*** Opening Listed records ***
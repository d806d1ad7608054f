"""Bad machine files: every validation error, with its message pinned.

Each case edits one spot of the shipped ref8 description (so the rest of the
file stays valid and the error we want is the first one found) and checks
the whole message: the file, the key or instruction, and what was expected.
"""

from __future__ import annotations

import re
from pathlib import Path

import pytest
from hypothesis import given, settings
from hypothesis import strategies as st

import emu

REF8_TEXT = (Path(emu.__file__).parent / "machines" / "ref8.toml").read_text(encoding="utf-8")
ACC12_PATH = Path(__file__).parent / "machines" / "acc12.toml"
FILE = "bench/mine.toml"


def ref8_with(old: str, new: str) -> str:
    """ref8's text with one unique piece replaced."""
    assert REF8_TEXT.count(old) == 1, f"not unique in ref8.toml: {old!r}"
    return REF8_TEXT.replace(old, new)


def load_error(text: str) -> emu.MachineError:
    with pytest.raises(emu.MachineError) as caught:
        emu.machine_from_text(text, FILE)
    assert caught.value.path == FILE
    return caught.value


def test_the_unedited_text_loads():
    machine = emu.machine_from_text(REF8_TEXT, FILE)
    assert machine.name == "ref8" and machine.path == FILE


CASES = {
    "not TOML": (
        "[machine\nname = 'x'\n",
        "not valid TOML: Expected ']' at the end of a table declaration\n"
        "    [machine\n"
        "            ^",
    ),
    "missing [machine] name": (
        ref8_with('name = "ref8"\n', ""),
        "[machine]: missing key 'name' (a string)",
    ),
    "wrong type": (
        ref8_with("data_bits = 8", 'data_bits = "eight"'),
        "[machine]: 'data_bits' must be an integer, not a string",
    ),
    "out of range": (
        ref8_with("data_bits = 8", "data_bits = 40"),
        "[machine]: 'data_bits' must be 1…16, not 40",
    ),
    "unknown key": (
        ref8_with("address_bits = 16", "adress_bits = 16"),
        "[machine]: unknown key 'adress_bits' (expected one of: name, title, data_bits, address_bits, "
        "memory_words, program_counter, instruction_register)",
    ),
    "unknown section": (
        ref8_with("[fetch]", "[fecth]"),
        "top level: unknown key 'fecth' (expected one of: machine, registers, internal, groups, flags, "
        "operands, ports, clock, fetch, instruction, assembler, timing, wear, alu)",
    ),
    "overlapping encodings": (
        ref8_with('syntax = "jmp x"\nencoding = ["00000011"]', 'syntax = "jmp x"\nencoding = ["00000010"]'),
        "instruction 'jmp x': its encoding overlaps instruction 'ret' at first word 0x02; "
        "the first word alone must tell them apart, or both must say decode_words ≥ 2",
    ),
    "overlap through a register field": (
        ref8_with('encoding = ["00011 rd", "imm"]', 'encoding = ["0001 0 rd", "imm"]'),
        "instruction 'li rd, imm': its encoding overlaps instruction 'jv addr' at first word 0x10; "
        "the first word alone must tell them apart, or both must say decode_words ≥ 2",
    ),
    "two memory reads": (
        ref8_with('steps = ["rd <- mem[x]"]', 'steps = ["rd <- mem[x]; t <- mem[sp]"]'),
        "instruction 'ld rd, [x]' step 2: two memory accesses in one micro-step (the design rule allows one)",
    ),
    "a memory read and a write": (
        ref8_with('steps = ["mem[x] <- rs"]', 'steps = ["mem[x] <- mem[sp]"]'),
        "instruction 'st [x], rs' step 2: two memory accesses in one micro-step (the design rule allows one)",
    ),
    "two memory writes": (
        ref8_with('steps = ["mem[x] <- rs"]', 'steps = ["mem[x] <- rs; mem[sp] <- rs"]'),
        "instruction 'st [x], rs' step 2: two memory accesses in one micro-step (the design rule allows one)",
    ),
    "two ALU operations": (
        ref8_with('steps = ["rd <- inc(rd) sets z n"]', 'steps = ["rd <- inc(rd) sets z n; t <- dec(rd)"]'),
        "instruction 'inc rd' step 2: two ALU operations in one micro-step (the design rule allows one)",
    ),
    "hold point on a high phase": (
        ref8_with("ms = 40\nring = [2]\n", "ms = 40\nring = [2]\nhold = true\n"),
        "[[clock.phase]] 2 ('B'): a hold point must be on a phase with clock level 0; "
        "this phase has level 1 (holding there would cut a pulse short)",
    ),
    "no hold point": (
        ref8_with("hold = true\n", ""),
        "[clock]: the phase table has no hold point (hold = true): a stop or a halt could never freeze the clock",
    ),
    "unknown register written": (
        ref8_with('steps = ["rd <- mem[x]"]', 'steps = ["rq <- mem[x]"]'),
        "instruction 'ld rd, [x]' step 2: unknown register or field 'rq' "
        "(registers: r0, r1, r2, r3, r4, r5, r6, r7, sp, pc, ir, t, u, x; fields: rd)",
    ),
    "unknown register read": (
        ref8_with('steps = ["pc <- x"]', 'steps = ["pc <- y"]'),
        "instruction 'jmp x' step 2: unknown register or field 'y' "
        "(registers: r0, r1, r2, r3, r4, r5, r6, r7, sp, pc, ir, t, u, x; fields: none)",
    ),
    "unknown field": (
        ref8_with('steps = ["mem[x] <- rs"]', 'steps = ["mem[x] <- rt"]'),
        "instruction 'st [x], rs' step 2: unknown register or field 'rt' "
        "(registers: r0, r1, r2, r3, r4, r5, r6, r7, sp, pc, ir, t, u, x; fields: rs)",
    ),
    "unknown flag in sets": (
        ref8_with('steps = ["rd <- inc(rd) sets z n"]', 'steps = ["rd <- inc(rd) sets z q"]'),
        "instruction 'inc rd' step 2: unknown flag 'q' (flags: z, n, c, v)",
    ),
    "a flag the operation does not produce": (
        ref8_with('steps = ["rd <- shl(rd) sets z n c"]', 'steps = ["rd <- shl(rd) sets z n c v"]'),
        "instruction 'shl rd' step 2: shl does not produce the overflow flag 'v'",
    ),
    "sets without an ALU operation": (
        ref8_with('steps = ["pc <- x"]', 'steps = ["pc <- x sets z"]'),
        "instruction 'jmp x' step 2: 'sets' needs an ALU operation (add, sub, …) as the value",
    ),
    "a register written twice": (
        ref8_with('steps = ["rd <- mem[x]"]', 'steps = ["rd <- mem[x]; rd <- t"]'),
        "instruction 'ld rd, [x]' step 2: writes rd twice in one micro-step",
    ),
    "a register written twice through its group": (
        ref8_with('steps = ["pc <- x"]', 'steps = ["x <- {u, t}; r6 <- t"]'),
        "instruction 'jmp x' step 2: writes r6 twice in one micro-step; also written as x",
    ),
    "a group written after one of its parts": (
        ref8_with('steps = ["pc <- x"]', 'steps = ["r7 <- t; x <- {u, t}"]'),
        "instruction 'jmp x' step 2: writes r7 twice in one micro-step (x includes r7)",
    ),
    "a flag written twice": (
        ref8_with('steps = ["rd <- inc(rd) sets z n"]', 'steps = ["rd <- inc(rd) sets z n z"]'),
        "instruction 'inc rd' step 2: writes z twice in one micro-step",
    ),
    "a value too wide for its register": (
        ref8_with('steps = ["pc <- x"]', 'steps = ["t <- x"]'),
        "instruction 'jmp x' step 2: 't' holds 8 bits but the value written to it has 16",
    ),
    "an encoding word too short": (
        ref8_with('encoding = ["00110 rd"]', 'encoding = ["0110 rd"]'),
        "instruction 'ld rd, [x]': encoding word 1 has 7 bits, expected 8 (data_bits)",
    ),
    "an encoding word too long": (
        ref8_with('encoding = ["00110 rd"]', 'encoding = ["000110 rd"]'),
        "instruction 'ld rd, [x]': encoding word 1 has 9 bits, expected 8 (data_bits)",
    ),
    "a field not placed": (
        ref8_with('encoding = ["00110 rd"]', 'encoding = ["00110000"]'),
        "instruction 'ld rd, [x]': the encoding must place each of the 3 bits of 'rd' exactly once",
    ),
    "a field placed twice": (
        ref8_with('encoding = ["00110 rd"]', 'encoding = ["00 rd rd"]'),
        "instruction 'ld rd, [x]': the encoding must place each of the 3 bits of 'rd' exactly once",
    ),
    "a field placed in part": (
        ref8_with('encoding = ["00011 rd", "imm"]', 'encoding = ["00011 rd", "0000 imm[3:0]"]'),
        "instruction 'li rd, imm': the encoding must place each of the 8 bits of 'imm' exactly once",
    ),
    "a slice outside the field": (
        ref8_with('encoding = ["00011 rd", "imm"]', 'encoding = ["00011 rd", "imm[8:1]"]'),
        "instruction 'li rd, imm': slice imm[8:1] is outside the 8 bits of 'imm'",
    ),
    "an encoding token that is not bits or a field": (
        ref8_with('encoding = ["00110 rd"]', 'encoding = ["00110 r-d"]'),
        "instruction 'ld rd, [x]': cannot read encoding token 'r-d' in word 1 "
        "(expected bits like 0101, a field name, or field[hi:lo])",
    ),
    "a field used before its word is fetched": (
        ref8_with('  "t <- mem[pc]; pc <- pc + 1",\n  "rd <- rs",', '  "rd <- rs",\n  "t <- mem[pc]; pc <- pc + 1",'),
        "instruction 'mov rd, rs' step 2: field 'rs' (word 2) is used before its word has been fetched "
        "into a register",
    ),
    "more encoding words than fetches": (
        ref8_with('encoding = ["00110 rd"]', 'encoding = ["00110 rd", "00000000"]'),
        "instruction 'ld rd, [x]': the encoding has 2 words but the micro-steps read 0 after the opcode "
        "(each later word needs a step that reads mem[pc])",
    ),
    "more fetches than encoding words": (
        ref8_with('steps = ["rd <- mem[x]"]', 'steps = ["rd <- mem[x]", "t <- mem[pc]; pc <- pc + 1"]'),
        "instruction 'ld rd, [x]': the encoding has 1 word but the micro-steps read 1 after the opcode "
        "(each later word needs a step that reads mem[pc])",
    ),
    "unreadable micro-step": (
        ref8_with('steps = ["rd <- mem[x]"]', 'steps = ["rd = mem[x]"]'),
        "instruction 'ld rd, [x]' step 2: cannot read micro-step at column 4 (expected '(', '<-')\n"
        "    rd = mem[x]\n"
        "       ^",
    ),
    "unreadable fetch step": (
        ref8_with('steps = ["ir <- mem[pc]; pc <- pc + 1"]', 'steps = ["ir <- mem[pc] pc <- pc + 1"]'),
        "[fetch] step 1: cannot read micro-step at column 15 "
        "(expected '&', '^', ':', ',', '[', '-', '+', '?', '}', ')', ']', ';', 'sets', '|')\n"
        "    ir <- mem[pc] pc <- pc + 1\n"
        "                  ^",
    ),
    "idle beside a transfer": (
        ref8_with('steps = ["rd <- mem[x]"]', 'steps = ["idle; rd <- mem[x]"]'),
        "instruction 'ld rd, [x]' step 2: 'idle' cannot stand with statements that transfer or drive something",
    ),
    "halt driven twice": (
        ref8_with('steps = ["halt"]', 'steps = ["halt; halt"]'),
        "instruction 'halt' step 2: drives halt twice",
    ),
    "pause naming a non-halting instruction": (
        ref8_with('pause = "halt"', 'pause = "nop"'),
        "[assembler]: 'pause' must name an instruction without operands that drives halt "
        "(candidates: halt), not 'nop'",
    ),
    "bad output device": (
        ref8_with('out.1 = "lamps"', 'out.1 = "printer"'),
        "[ports.out] 1: an out port device must be one of console, lamps, not 'printer'",
    ),
    "an output device on an input port": (
        ref8_with('in.2 = "input_ready"', 'in.2 = "console"'),
        "[ports.in] 2: an in port device must be one of switches, input, input_ready, not 'console'",
    ),
    "a port number out of range": (
        ref8_with('out.1 = "lamps"', 'out.300 = "lamps"'),
        "[ports.out] 300: a port number must be 0…255",
    ),
}


LINES = {
    "not TOML": 1,
    "missing [machine] name": 18,
    "wrong type": 21,
    "out of range": 21,
    "unknown key": 22,
    "unknown section": 101,
    "overlapping encodings": 128,
    "overlap through a register field": 251,
    "two memory reads": 275,
    "a memory read and a write": 280,
    "two memory writes": 280,
    "two ALU operations": 316,
    "hold point on a high phase": 87,
    "no hold point": 73,
    "unknown register written": 275,
    "unknown register read": 129,
    "unknown field": 280,
    "unknown flag in sets": 316,
    "a flag the operation does not produce": 326,
    "sets without an ALU operation": 129,
    "a register written twice": 275,
    "a register written twice through its group": 129,
    "a group written after one of its parts": 129,
    "a flag written twice": 316,
    "a value too wide for its register": 129,
    "an encoding word too short": 274,
    "an encoding word too long": 274,
    "a field not placed": 274,
    "a field placed twice": 274,
    "a field placed in part": 251,
    "a slice outside the field": 251,
    "an encoding token that is not bits or a field": 274,
    "a field used before its word is fetched": 245,
    "more encoding words than fetches": 274,
    "more fetches than encoding words": 274,
    "unreadable micro-step": 275,
    "unreadable fetch step": 102,
    "idle beside a transfer": 275,
    "halt driven twice": 115,
    "pause naming a non-halting instruction": 67,
    "bad output device": 61,
    "an output device on an input port": 64,
    "a port number out of range": 61,
}
"""The line of ref8.toml (as edited by the case) that each message names: the offending key,
the micro-step's own line in a multi-line list, or the table's header for a missing key."""
LINES["not TOML"] = "1:9"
*** Closing Listed records ***
The answer must consist of every line from the data that contains the word "clock".

Answer for this exercise:
        "operands, ports, clock, fetch, instruction, assembler, timing, wear, alu)",
        "[[clock.phase]] 2 ('B'): a hold point must be on a phase with clock level 0; "
        "[clock]: the phase table has no hold point (hold = true): a stop or a halt could never freeze the clock",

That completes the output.